Убедившись, что впереди все в порядке, он просигналил стаду, легко перепрыгнул через канаву, и трусцой пошел по склону. Через минуту овцы усеяли ложбинку трясущимися белыми хлопьями, наполнили ее суетой и спешкой, нарушили тишину многоголосым блеянием.

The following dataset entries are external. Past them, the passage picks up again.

@dataclass(frozen=True)
class VariogramModel:
    r"""A bounded semivariogram model ([Journel & Huijbregts 1978, ch. II]).

    .. math::

        \gamma(h) = c_0 + c\, g(h / a) \quad (h > 0), \qquad \gamma(0) = 0,

    with nugget :math:`c_0`, *partial* sill :math:`c` (total sill
    :math:`c_0 + c`) and range :math:`a`:

    * spherical: :math:`g(r) = 1.5 r - 0.5 r^3` for :math:`r < 1`, 1 beyond
      (reaches the sill at :math:`h = a`);
    * exponential: :math:`g(r) = 1 - e^{-3r}`;
    * gaussian: :math:`g(r) = 1 - e^{-3r^2}`.

    For the exponential and gaussian models ``range_m`` is the *practical*
    range, where 95 % of the sill is reached (:math:`1 - e^{-3}`), a common
    convention (e.g. [Journel & Huijbregts 1978]). PyKrige uses the same
    practical range for the exponential model, and ``4/7 a`` instead of
    :math:`a/\sqrt 3` as the gaussian length scale.

    Attributes
    ----------
    model : str
        "spherical", "exponential" or "gaussian".
    nugget : float
        :math:`c_0` (m^2), >= 0.
    sill : float
        Partial sill :math:`c` (m^2), the sill above the nugget, >= 0.
    range_m : float
        :math:`a` (m), > 0.

    >>> v = VariogramModel("spherical", nugget=1.0, sill=4.0, range_m=100.0)
    >>> v([0.0, 50.0, 100.0, 200.0]).tolist()
    [0.0, 3.75, 5.0, 5.0]
    >>> v.total_sill
    5.0
    """

    model: str
    nugget: float
    sill: float
    range_m: float

    def __post_init__(self) -> None:
        """Check the model name and parameters; store the parameters as floats."""
        check_model_name(self.model)
        for name in ("nugget", "sill", "range_m"):
            v = float(getattr(self, name))
            if not (math.isfinite(v) and v >= 0):
                raise SurfaceError(
                    f"VariogramModel {name} must be finite and >= 0, got {getattr(self, name)!r}; "
                    "give a non-negative value or let the model be fitted (variogram 'auto')"
                )
            object.__setattr__(self, name, v)
        if not self.range_m > 0:
            raise SurfaceError(
                f"VariogramModel range_m must be > 0 (m), got {self.range_m!r}; "
                "give the distance at which the data stop being correlated"
            )
        if not self.nugget + self.sill > 0:
            raise SurfaceError(
                f"VariogramModel needs nugget + sill > 0 (m^2), got nugget={self.nugget!r} and "
                f"sill={self.sill!r} (a flat zero variogram); give a positive sill"
            )

    @property
    def total_sill(self) -> float:
        """Nugget + partial sill (m^2), the variance of the signal."""
        return self.nugget + self.sill

    def __call__(self, h: ArrayLike) -> np.ndarray:
        r"""Semivariance :math:`\gamma(h)` (m^2) at lag ``h`` (m); 0 at h <= ZERO_LAG_M."""
        h = np.asarray(h, dtype=float)
        g = self.nugget + self.sill * VARIOGRAM_MODELS[self.model](h / self.range_m)
        return np.where(h > ZERO_LAG_M, g, 0.0)

    def normalised(self, h: ArrayLike) -> np.ndarray:
        r"""Semivariance divided by the total sill, :math:`\gamma(h) / (c_0 + c)`.

        Kriging systems built from it are well scaled (the Lagrange row of
        ones is on the same scale as the rest) and have the same weights.

        Parameters
        ----------
        h : array_like
            Lags (m).

        Returns
        -------
        ndarray
            Dimensionless, in [0, 1]; 0 at h <= ZERO_LAG_M.

        >>> VariogramModel("spherical", nugget=1.0, sill=4.0, range_m=100.0).normalised([0.0, 50.0]).tolist()
        [0.0, 0.75]
        """
        return self.normalised_inplace(np.array(h, dtype=float))

    def normalised_inplace(self, h: np.ndarray) -> np.ndarray:
        """:meth:`normalised` overwriting the float array ``h`` (no large temporaries).

        Parameters
        ----------
        h : ndarray of float
            Lags (m); overwritten.

        Returns
        -------
        ndarray
            ``h`` itself, now holding the normalised semivariance.
        """
        zero = h <= ZERO_LAG_M
        h *= 1.0 / self.range_m
        if self.model == "spherical":
            np.minimum(h, 1.0, out=h)
            t = h * h
            t *= -0.5
            t += 1.5
            h *= t  # 1.5 r - 0.5 r^3
            del t
        else:
            if self.model == "gaussian":
                np.multiply(h, h, out=h)
            h *= -3.0
            np.expm1(h, out=h)
            h *= -1.0  # 1 - exp(-3 r) or 1 - exp(-3 r^2)
        s = self.total_sill
        h *= self.sill / s
        h += self.nugget / s
        h[zero] = 0.0
        return h

    def covariance(self, h: ArrayLike) -> np.ndarray:
        r"""Covariance :math:`C(h) = c_0 + c - \gamma(h)` (m^2) at lag ``h`` (m).

        Parameters
        ----------
        h : array_like
            Lags (m).

        Returns
        -------
        ndarray
            Covariance (m^2); the total sill at h = 0.
        """
        return self.total_sill - self(h)
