def read_picks(path, default_sigma_ms=0.5, stations=None, *, max_time_ms=MAX_TIME_MS) -> Picks:
    """Read picks.csv.

    Parameters
    ----------
    path : str or Path
    default_sigma_ms : float
        Pick standard error where the file has no (or an empty) ``sigma_ms``.
    stations : Stations, optional
        When given, every pick's line, shot and receiver must be stations of it.
    max_time_ms : float
        Largest two-way time accepted.

    Returns
    -------
    Picks
        Times and sigmas in seconds; reflector ``"1"`` when the file has none.

    Raises
    ------
    InputFileError
        Per row: bad number, time <= 0 or > ``max_time_ms``, sigma <= 0 (or
        below :data:`MIN_SIGMA_MS`),
        duplicate (line, shot, receiver, reflector), unknown line or station;
        per file: times that look like seconds; then any time below
        :data:`MIN_TIME_MS`.
    """
    if not (isinstance(default_sigma_ms, (int, float)) and default_sigma_ms >= MIN_SIGMA_MS):
        raise InputFileError(
            path,
            None,
            "sigma_ms",
            f"default sigma {default_sigma_ms!r} ms must be >= {MIN_SIGMA_MS:g} (and > 0)",
        )
    table = read_csv_table(path, PICK_COLUMNS, PICK_OPTIONAL, role="picks")
    cols = table.columns
    j_sig = cols.index("sigma_ms") if "sigma_ms" in cols else None
    j_ref = cols.index("reflector") if "reflector" in cols else None
    n = len(table.rows)
    line = np.empty(n, dtype=object)
    shot = np.empty(n, dtype=object)
    receiver = np.empty(n, dtype=object)
    reflector = np.empty(n, dtype=object)
    time_ms = np.empty(n)
    sigma_ms = np.empty(n)
    known = None
    if stations is not None:
        known = {}
        for ln, st in zip(stations.line, stations.station):
            known.setdefault(ln, set()).add(st)
    seen = {}
    path = table.path
    for i, r in enumerate(table.rows):
        lineno = table.lines[i]
        line[i] = _label(table, i, "line", r[0])
        shot[i] = _label(table, i, "shot", r[1])
        receiver[i] = _label(table, i, "receiver", r[2])
        t = _number(table, i, "time_ms", r[3])
        if t <= 0:
            raise InputFileError(path, lineno, "time_ms", f"time {r[3]!r} ms must be > 0 (two-way time)")
        if t > max_time_ms:
            raise InputFileError(
                path,
                lineno,
                "time_ms",
                f"time {r[3]!r} ms is beyond {max_time_ms:g} ms, implausible for a shallow reflection: "
                "time_ms must be two-way time in milliseconds",
            )
        time_ms[i] = t
        if j_sig is not None and r[j_sig] != "":
            s = _number(table, i, "sigma_ms", r[j_sig])
            if s <= 0:
                raise InputFileError(path, lineno, "sigma_ms", f"sigma {r[j_sig]!r} ms must be > 0")
            if s < MIN_SIGMA_MS:
                raise InputFileError(
                    path,
                    lineno,
                    "sigma_ms",
                    f"sigma {r[j_sig]!r} ms is below {MIN_SIGMA_MS:g} ms, finer than any seismograph's timing",
                )
            sigma_ms[i] = s
        else:
            sigma_ms[i] = default_sigma_ms
        reflector[i] = r[j_ref] if (j_ref is not None and r[j_ref] != "") else DEFAULT_REFLECTOR
        if known is not None:
            _check_pick_stations(table, i, line[i], shot[i], receiver[i], known, stations)
        key = (line[i], shot[i], receiver[i], reflector[i])
        if key in seen:
            raise InputFileError(
                path,
                lineno,
                "receiver",
                f"duplicate pick: line {line[i]!r}, shot {shot[i]!r}, receiver {receiver[i]!r}, reflector "
                f"{reflector[i]!r} is on lines {seen[key]} and {lineno}; keep one",
            )
        seen[key] = lineno
    if np.all(time_ms < 1.0) and np.median(time_ms) < 0.5:
        raise InputFileError(
            path,
            table.lines[0],
            "time_ms",
            f"times look like seconds (all below 1, median {np.median(time_ms):.3g}); time_ms must be "
            "milliseconds: multiply by 1000",
        )
    small = np.flatnonzero(time_ms < MIN_TIME_MS)
    if small.size:
        i = int(small[0])
        raise InputFileError(
            path,
            table.lines[i],
            "time_ms",
            f"time {table.rows[i][3]!r} ms is below {MIN_TIME_MS:g} ms: not a reflection two-way time",
        )
    return Picks(
        line=line,
        shot=shot,
        receiver=receiver,
        time_s=time_ms / 1000.0,
        sigma_s=sigma_ms / 1000.0,
        reflector=reflector,
        file_line=np.asarray(table.lines, dtype=int),
    )


def _near(label, choices) -> str:
    close = difflib.get_close_matches(str(label), sorted(map(str, choices)), n=3, cutoff=0.5)
    return f" (close: {', '.join(repr(c) for c in close)})" if close else ""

— Батюшки, поднял суматоху! — презрительно сказала Дуся. — Чистое светопреставление! До чего бестолковая скотина! То ли дело мои теленочки!
— Нет, и они хороши! — отозвалась Авдотья.
И удовлетворенность, и успокоение, и забота, и радость, и ожидание — все было в ее лице, все скользило в чертах, как скользят облака по небу, не нарушая, а подчеркивая его синеву.
— Бабушка Василиса! Глядите-ка! С двойней!
Шествие стада заключала маленькая, сухонькая улыбающаяся Василиса. Она шла так легко, словно ни дорога, ни ноша, которая была у нее на руках, ее не утомляли. В подоткнутом переднике она несла двух ягнят. Белые мордочки с бессмысленными бусинками глаз неподвижно, как деревянные, торчали в обе стороны. Рядом с ней, нога в ногу, вытягивая длинную шею, толкаясь и мешая, бежала беспокойная овца. Когда Василиса подошла, ее окружили.
— Хорошавочки какие! — говорила Авдотья, поднимая ягнят.